The module makes extensive use of a virtual learning environment platform, WebLearn, where module handbook, lecture slides, lecture recordings, seminar questions, guideline answers to seminar questions, IT exercises, assessment and feedback strategies, assessment and grading criteria, EViews videos and other relevant learning materials are provided.
All learning and teaching activities provide students with knowledge and understanding of statistics and econometrics. The weekly exercises give students diverse skills as working independently, problem solving, writing concisely and clearly, retrieving secondary data from various online sources and interpreting and analysing them using econometric software.
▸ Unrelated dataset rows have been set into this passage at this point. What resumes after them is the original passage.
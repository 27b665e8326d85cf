/** A mail that a command owes, to one person. `kind` names the entry in `catalogue.ts` that writes it. */
export type Notice = {
  readonly kind: string;
  readonly recipientId: string;
  readonly payload: Readonly<Record<string, unknown>>;
};

/** What a mail is made of; the mailer adds sender, recipient, Message-ID and the frame around the text. */
export type Mail = {
  readonly subject: string;
  /** Paragraphs of plain text; the HTML form is made from them, escaped. */
  readonly paragraphs: readonly string[];
  /** The exact page to open, as a path within the app. */
  readonly link: { readonly label: string; readonly path: string } | null;
};
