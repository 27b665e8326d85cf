import { readFileSync } from 'node:fs';

/**
 * When a live process started, in clock ticks since boot (field 22 of /proc/PID/stat), or null when there is none.
 * Together with its number this tells a process from a later one that was given the same number.
 */
export function startOfProcess(pid: number): string | null {
  try {
    const stat = readFileSync(`/proc/${pid}/stat`, 'utf8');
    // The second field is the name in brackets and may hold spaces; count from its end.
    const fields = stat.slice(stat.lastIndexOf(')') + 2).split(' ');
    if (fields[0] === 'Z') return null;
    return fields[19] ?? null;
  } catch {
    return null;
  }
}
Transferable skills are developed in lectures and seminars, and through independent directed learning and assessment. Skills development is enhanced through working cooperatively solving economic and finance problems.
Initiative and independence are developed progressively through the module such that students are encouraged to take greater responsibility for their learning.
Students are encouraged to reflect on their learning.
Learning outcomes
On successful completion of this module students will be able to:
1. Demonstrate a broad knowledge and a systematic understanding of statistics; correlation analysis; hypothesis testing and application to economics, finance and banking.
2. Develop an in-depth understanding of the Classical Linear Regression Model (CLRM), the assumptions; causes and consequences of violation of assumptions; hypothesis testing of regression coefficients; and application of the model to economics and finance problems.
3. Analyse and interpret data and explain multiple regression results using econometric software.
4. Demonstrate a range of transferable skills: data and quantitative analysis; problem solving; IT; written; research; analytical thinking; and evaluation of empirical work within economics, finance and banking.